The records sit below. Return every line in them that holds the word "signal".

+++ Data for processing

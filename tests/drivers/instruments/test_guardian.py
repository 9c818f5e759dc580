"""A killed run's attenuator is at its safe value soon after; after a goodbye nothing is sent."""

from __future__ import annotations

import json
import os
import signal
import subprocess
import sys
import time
from collections.abc import Callable, Iterator
from contextlib import ExitStack
from pathlib import Path
from typing import Any

import pytest

from drivers.contract import DriverError
from drivers.guardian import Guardian, last_words, wait_for_guardian

Start = Callable[..., Any]

# A run that sets its attenuator to 20 dB and then does as it was told.
RUN = """
import json, sys, time
from threading import Event
from drivers.guardian import Guardian
from drivers.registry import instrument_class

described, lock, then = json.loads(sys.argv[1]), sys.argv[2], sys.argv[3]
guardian = Guardian.start(described, lock)
kind = instrument_class("scpi")
instrument = kind(kind.Section.model_validate(described["attenuator"][1]))
instrument.open()
instrument.apply(20.0, Event())
print(guardian._process.pid, flush=True)
if then == "wait":
    time.sleep(600)
if then == "crash":
    raise RuntimeError("a defect")
if then == "end":
    instrument.make_safe()
    guardian.dismiss()
"""

StartRun = Callable[..., tuple[subprocess.Popen[str], int]]


@pytest.fixture
def run() -> Iterator[StartRun]:
    """Start a run; gives back its process and its guardian's id."""
    with ExitStack() as stack:

        def start(described: object, lock: Path, then: str) -> tuple[subprocess.Popen[str], int]:
            process = subprocess.Popen(
                [sys.executable, "-c", RUN, json.dumps(described), str(lock), then],
                stdout=subprocess.PIPE,
                stderr=subprocess.DEVNULL,
                text=True,
                start_new_session=True,
            )
            stack.enter_context(process)
            stack.callback(process.kill)
            assert process.stdout is not None
            return process, int(process.stdout.readline())

        yield start


def test_a_killed_run_leaves_its_attenuator_safe(attenuator: Start, run: StartRun, tmp_path: Path) -> None:
    bench, lock = attenuator(), tmp_path / "guardian.log"
    process, guardian = run({"attenuator": ["scpi", bench.keys()]}, lock, "wait")
    assert bench.settings() == [20.0]
    assert not wait_for_guardian(lock, 0)

    # Nothing of the run's reaches it: another session, and no output of the run's is held open.
    assert os.getsid(guardian) == guardian != os.getsid(process.pid)
    for descriptor in (1, 2):
        assert os.readlink(f"/proc/{guardian}/fd/{descriptor}") == os.devnull
    for number in (signal.SIGINT, signal.SIGTERM, signal.SIGHUP):
        os.kill(guardian, number)

    os.killpg(process.pid, signal.SIGKILL)
    assert wait_for_guardian(lock, 30)
    assert bench.settings() == [20.0, 95.0]
    words = last_words(lock)
    assert "left without a goodbye" in words[1]
    assert words[2].endswith("attenuator: safe at 95.0")
    assert words[3].endswith("done")


def test_a_run_that_crashes_leaves_it_safe_too(attenuator: Start, run: StartRun, tmp_path: Path) -> None:
    bench, lock = attenuator(), tmp_path / "guardian.log"
    process, _ = run({"attenuator": ["scpi", bench.keys()]}, lock, "crash")
    process.wait(30)
    assert wait_for_guardian(lock, 30)
    assert bench.settings() == [20.0, 95.0]


def test_after_a_goodbye_nothing_is_sent(attenuator: Start, run: StartRun, tmp_path: Path) -> None:
    bench, lock = attenuator(), tmp_path / "guardian.log"
    process, _ = run({"attenuator": ["scpi", bench.keys()]}, lock, "end")
    assert process.wait(30) == 0
    assert wait_for_guardian(lock, 0)
    assert bench.settings() == [20.0, 95.0]  # the run's own
    assert last_words(lock)[-1].endswith("dismissed")


def test_it_tries_again_when_an_instrument_does_not_answer_at_first(
    attenuator: Start, run: StartRun, tmp_path: Path
) -> None:
    bench, lock = attenuator(), tmp_path / "guardian.log"
    process, _ = run({"attenuator": ["scpi", bench.keys(timeout_s=0.3)]}, lock, "wait")
    bench.fault("stuck", "yes")
    process.kill()
    ends = time.monotonic() + 30
    while not any("not yet safe" in line for line in last_words(lock)):
        assert time.monotonic() < ends, last_words(lock)
        time.sleep(0.05)
    bench.fault("stuck", "")
    assert wait_for_guardian(lock, 30)
    assert last_words(lock)[-2].endswith("attenuator: safe at 95.0")


def test_one_that_cannot_be_made_safe_does_not_keep_the_others_from_it(
    attenuator: Start, run: StartRun, tmp_path: Path
) -> None:
    bench, lock = attenuator(), tmp_path / "guardian.log"
    condition = {"quantity": "attenuation", "unit": "dB", "limits": [0, 60], "safe": 60}
    described = {
        "unknown": ["no-such-driver", {}],
        "broken": ["scpi", {"resource": 5}],
        "by_hand": ["manual", condition],
        "imagined": ["simulated", {"knob": "attenuation_db", **condition}],
        "attenuator": ["scpi", bench.keys()],
    }
    process, _ = run(described, lock, "wait")
    process.kill()
    assert wait_for_guardian(lock, 30)
    assert bench.settings()[-1] == 95.0
    words = "\n".join(last_words(lock))
    assert "unknown: cannot be made safe" in words
    assert "broken: cannot be made safe" in words
    assert "by_hand: set by hand, and nobody can be told" in words
    assert "imagined" not in words


def test_a_run_that_could_not_make_it_safe_itself_leaves_it_to_the_guardian(
    attenuator: Start, tmp_path: Path
) -> None:
    bench, lock = attenuator(), tmp_path / "guardian.log"
    guardian = Guardian.start({"attenuator": ("scpi", bench.keys())}, lock)
    guardian.abandon()
    assert wait_for_guardian(lock, 30)
    assert bench.settings() == [95.0]
    guardian.dismiss()


def test_the_file_belongs_to_one_guardian_at_a_time(tmp_path: Path) -> None:
    lock = tmp_path / "made" / "guardian.log"
    assert wait_for_guardian(lock, 0)
    assert last_words(lock) == ()
    with Guardian.start({}, lock) as first:
        assert first.alive
        with pytest.raises(DriverError, match="still holds"):
            Guardian.start({}, lock)
    assert not first.alive
    first.dismiss()
    with Guardian.start({}, lock) as second:
        assert second.alive


def test_a_file_that_cannot_be_written_is_an_error_in_plain_words(tmp_path: Path) -> None:
    (tmp_path / "file").write_text("")
    with pytest.raises(DriverError, match="cannot be written"):
        Guardian.start({}, tmp_path / "file" / "guardian.log")


def test_a_guardian_that_does_not_start_is_an_error_before_anything_is_set(
    tmp_path: Path, monkeypatch: pytest.MonkeyPatch
) -> None:
    monkeypatch.setattr(sys, "executable", "/bin/false")
    with pytest.raises(DriverError, match="did not start"):
        Guardian.start({}, tmp_path / "guardian.log")
    monkeypatch.setattr(sys, "executable", "/bin/no-such-program")
    with pytest.raises(DriverError, match="cannot be started"):
        Guardian.start({}, tmp_path / "guardian.log")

++++++

Task response
import signal
    for number in (signal.SIGINT, signal.SIGTERM, signal.SIGHUP):
    os.killpg(process.pid, signal.SIGKILL)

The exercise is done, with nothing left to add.